WHAT YOU NEED TO DO:
Somewhere below is a line with "let mut levels" and, later, a line with "dark.entry(groups[index]).or_default().push(index);"; repeat those two lines and all the lines between them, exactly as they are.

DATA:
# # # # #
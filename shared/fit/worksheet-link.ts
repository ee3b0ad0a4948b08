import { readInputs, textsOfQuery, type QueryValues } from '../contract/worksheet-address.js';
import {
  worksheetKinds,
  worksheetVersion,
  type WorksheetKind,
  type WorksheetRecord,
} from '../contract/worksheet.js';
import { summarise } from './worksheet.js';

export type ReadLink = { readonly record: WorksheetRecord } | { readonly refusal: string };

/**
 * The worksheet that a link stands for, run: `/worksheets/shim?v=1&gap=1.7`, with or without the site before it. Refused,
 * with the reason in words, where the address is not a worksheet's, of another version, holds something that is no number,
 * or comes to no result. Never throws.
 */
export function worksheetOfLink(link: string): ReadLink {
  let address: URL;
  try {
    address = new URL(link.trim(), 'http://shimlore.invalid');
  } catch {
    return { refusal: 'This is not a link.' };
  }
  const kind = worksheetKinds.find((candidate) => address.pathname === `/worksheets/${candidate}`);
  if (!kind) return { refusal: 'This is not the link of a worksheet; “Copy link” on a worksheet gives one.' };
  return readSheet(kind, address.searchParams);
}

function readSheet<K extends WorksheetKind>(kind: K, parameters: URLSearchParams): ReadLink {
  if (parameters.get('v') !== String(worksheetVersion)) {
    return { refusal: 'This worksheet is of another version; open it and copy its link again.' };
  }
  const query: QueryValues = Object.fromEntries(
    [...new Set(parameters.keys())].map((name) => {
      const values = parameters.getAll(name);
      return [name, values.length === 1 ? values[0]! : values];
    }),
  );
  const { inputs, notNumbers } = readInputs(kind, textsOfQuery(kind, query));
  if (notNumbers.length > 0)
    return { refusal: `These fields of the worksheet hold no number: ${notNumbers.join(', ')}.` };
  const { result } = summarise(kind, inputs);
  if (!result) return { refusal: 'This worksheet comes to no result yet; fill in what it asks for.' };
  return { record: { kind, version: worksheetVersion, inputs, result } as WorksheetRecord };
}
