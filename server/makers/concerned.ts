import type { Knex } from 'knex';
import type { EditionContent } from '../../shared/contract/edition-content.js';
import type { PartRef } from '../../shared/contract/hardware.js';
import type { HardwareService } from '../hardware/hardware.js';
import { NotAllowed, NotFound } from '../http/problems.js';
import { partIdsOf } from '../write-ups/edition-links.js';
import type { WriteUpService } from '../write-ups/write-ups.js';
import { makerStore as makers, type MakerRow } from './maker.store.js';

/** A published write-up with the parts of its joints. */
export interface ConcernedWriteUp {
  readonly id: number;
  readonly slug: string;
  readonly content: EditionContent;
  readonly parts: ReadonlyMap<number, PartRef>;
}

export type Concerned = ReturnType<typeof createConcerned>;

/** Which write-up and which of its makers a call is about. */
export function createConcerned(around: { knex: Knex; hardware: HardwareService; writeUps: WriteUpService }) {
  const { knex, hardware, writeUps } = around;

  /** NotFound where nothing is published at the address. */
  async function writeUpAt(slug: string): Promise<ConcernedWriteUp> {
    const found = await writeUps.publishedBySlug(slug);
    if (!found) throw new NotFound('There is no write-up at this address.');
    const parts = await hardware.partsByIds(partIdsOf(found.content));
    return { id: found.id, slug: found.slug, content: found.content, parts };
  }

  return {
    writeUpAt,

    /** NotFound for a maker that made none of the parts. */
    async makerIn(slug: string, makerSlug: string): Promise<{ writeUp: ConcernedWriteUp; maker: MakerRow }> {
      const writeUp = await writeUpAt(slug);
      const part = [...writeUp.parts.values()].find(({ maker }) => maker.slug === makerSlug);
      const maker = part && (await makers.bySlug(knex, part.maker.slug));
      if (!maker) throw new NotFound('That maker made none of the parts of this write-up.');
      return { writeUp, maker };
    },

    /** NotAllowed unless the account speaks for the maker. */
    async demandSpeaker(
      db: Knex,
      accountId: number,
      maker: { id: number; name: string; slug: string },
    ): Promise<void> {
      if (await makers.speaks(db, accountId, maker.id)) return;
      throw new NotAllowed(
        `You do not speak for ${maker.name}.`,
        `Ask to on its page, /makers/${maker.slug}.`,
      );
    },
  };
}

/** The maker's own parts among those of the write-up. */
export function partsBy(writeUp: ConcernedWriteUp, makerId: number): PartRef[] {
  return [...writeUp.parts.values()].filter(({ maker }) => maker.id === makerId);
}
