//! Composes the image of a copper layer: dark and clear objects in their order, copper by net and as a whole.
//!
//! Objects are given levels, even for dark, odd for clear, so that an object comes after all earlier ones of the other
//! polarity that it may touch. Taking the levels in turn gives the image of the file's order with few operations.

use crate::board::{CopperArea, CopperKind, CopperObject, NetId};
use crate::geom::boolean::{difference, union, union_with};
use crate::geom::stroke::capsules;
use crate::geom::{Bounds, Region, Ring};
use rayon::prelude::*;
use rstar::primitives::{GeomWithData, Rectangle};
use rstar::{AABB, RTree};
use std::collections::BTreeMap;

/// An object's box with its level.
type Placed = GeomWithData<Rectangle<[f64; 2]>, u32>;

/// Copper of one net is composed together; copper without a net in three kinds that are kept apart.
#[derive(Clone, Copy, Debug, PartialEq, Eq, PartialOrd, Ord)]
pub enum Group {
    /// Copper of a net.
    Net(NetId),
    /// Pads that are nets of their own.
    Single,
    /// Copper that makes up parts such as net ties.
    Etched,
    /// Any other copper without a net.
    Loose,
}

impl Group {
    /// The net, if it is one.
    fn net(self) -> Option<NetId> {
        match self {
            Self::Net(net) => Some(net),
            _ => None,
        }
    }
}

/// The smallest box round an object.
pub fn object_bounds(object: &CopperObject) -> Bounds {
    match &object.kind {
        CopperKind::Draw { path, width_m } => Bounds::of(path.iter().copied()).grown(0.5 * width_m),
        CopperKind::Flash { shape, .. } | CopperKind::Fill { shape } => shape.bounds(),
    }
}

/// What an object covers.
pub fn object_shape(object: &CopperObject) -> Region {
    match &object.kind {
        CopperKind::Draw { path, width_m } if *width_m > 0.0 => union_with([], &capsules(path, *width_m)),
        CopperKind::Draw { .. } => Region::default(),
        CopperKind::Flash { shape, .. } | CopperKind::Fill { shape } => shape.clone(),
    }
}

fn shapes<'a>(objects: impl Iterator<Item = &'a CopperObject>) -> (Vec<&'a Region>, Vec<Ring>) {
    let (mut regions, mut rings) = (Vec::new(), Vec::new());
    for object in objects {
        match &object.kind {
            CopperKind::Draw { path, width_m } if *width_m > 0.0 => rings.extend(capsules(path, *width_m)),
            CopperKind::Draw { .. } => {}
            CopperKind::Flash { shape, .. } | CopperKind::Fill { shape } => regions.push(shape),
        }
    }
    (regions, rings)
}

fn levels(objects: &[CopperObject]) -> Vec<u32> {
    if objects.iter().all(|object| object.dark) {
        return vec![0; objects.len()];
    }
    let mut trees: [RTree<Placed>; 2] = [RTree::new(), RTree::new()];
    let mut levels = Vec::with_capacity(objects.len());
    for object in objects {
        let bounds = object_bounds(object);
        let (parity, other) = if object.dark { (0, 1) } else { (1, 0) };
        if bounds.is_empty() {
            levels.push(parity as u32);
            continue;
        }
        let corners = ([bounds.min.x, bounds.min.y], [bounds.max.x, bounds.max.y]);
        let met = trees[other].locate_in_envelope_intersecting(AABB::from_corners(corners.0, corners.1));
        // The other polarity's levels have the other parity, so one more is of the right one.
        let level = met.map(|placed| placed.data + 1).max().unwrap_or(parity as u32);
        trees[parity].insert(Placed::new(Rectangle::from_corners(corners.0, corners.1), level));
        levels.push(level);
    }
    levels
}

/// The copper areas of a layer, sorted by net, and the whole composed image. `groups` goes with `objects`.
pub fn compose(objects: &[CopperObject], groups: &[Group]) -> (Vec<CopperArea>, Region) {
    let levels = levels(objects);
    let mut dark: BTreeMap<Group, Vec<usize>> = BTreeMap::new();
    let mut clear: BTreeMap<u32, Vec<(usize, Bounds)>> = BTreeMap::new();
    for (index, object) in objects.iter().enumerate() {
        if object.dark {
            dark.entry(groups[index]).or_default().push(index);
        } else {
            clear.entry(levels[index]).or_default().push((index, object_bounds(object)));
        }
    }
    let dark: Vec<(Group, Vec<usize>)> = dark.into_iter().collect();
    let composed: Vec<(Group, Region)> = dark
        .into_par_iter()
        .map(|(group, members)| (group, compose_group(objects, &levels, &members, &clear)))
        .collect();
    let copper = union(composed.iter().map(|(_, region)| region));
    let areas = composed.into_iter().flat_map(|(group, region)| {
        region.0.into_iter().map(move |shape| CopperArea { net: group.net(), shape })
    });
    (areas.collect(), copper)
}

fn compose_group(
    objects: &[CopperObject],
    levels: &[u32],
    members: &[usize],
    clear: &BTreeMap<u32, Vec<(usize, Bounds)>>,
) -> Region {
    let mut by_level: BTreeMap<u32, Vec<usize>> = BTreeMap::new();
    for &member in members {
        by_level.entry(levels[member]).or_default().push(member);
    }
    let mut steps: Vec<u32> = by_level.keys().chain(clear.keys()).copied().collect();
    steps.sort_unstable();
    steps.dedup();
    let mut image = Region::default();
    for level in steps {
        if level % 2 == 0 {
            let (mut regions, rings) = shapes(by_level[&level].iter().map(|&member| &objects[member]));
            regions.push(&image);
            image = union_with(regions, &rings);
        } else {
            let bounds = image.bounds();
            let near = clear[&level].iter().filter(|(_, of)| !image.0.is_empty() && of.meets(bounds));
            let (regions, rings) = shapes(near.map(|&(index, _)| &objects[index]));
            if !(regions.is_empty() && rings.is_empty()) {
                image = difference(&image, &union_with(regions, &rings));
            }
        }
    }
    image
}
# # # # #
TASK RESPONSE:
    let mut levels = Vec::with_capacity(objects.len());
    for object in objects {
        let bounds = object_bounds(object);
        let (parity, other) = if object.dark { (0, 1) } else { (1, 0) };
        if bounds.is_empty() {
            levels.push(parity as u32);
            continue;
        }
        let corners = ([bounds.min.x, bounds.min.y], [bounds.max.x, bounds.max.y]);
        let met = trees[other].locate_in_envelope_intersecting(AABB::from_corners(corners.0, corners.1));
        // The other polarity's levels have the other parity, so one more is of the right one.
        let level = met.map(|placed| placed.data + 1).max().unwrap_or(parity as u32);
        trees[parity].insert(Placed::new(Rectangle::from_corners(corners.0, corners.1), level));
        levels.push(level);
    }
    levels
}

/// The copper areas of a layer, sorted by net, and the whole composed image. `groups` goes with `objects`.
pub fn compose(objects: &[CopperObject], groups: &[Group]) -> (Vec<CopperArea>, Region) {
    let levels = levels(objects);
    let mut dark: BTreeMap<Group, Vec<usize>> = BTreeMap::new();
    let mut clear: BTreeMap<u32, Vec<(usize, Bounds)>> = BTreeMap::new();
    for (index, object) in objects.iter().enumerate() {
        if object.dark {
            dark.entry(groups[index]).or_default().push(index);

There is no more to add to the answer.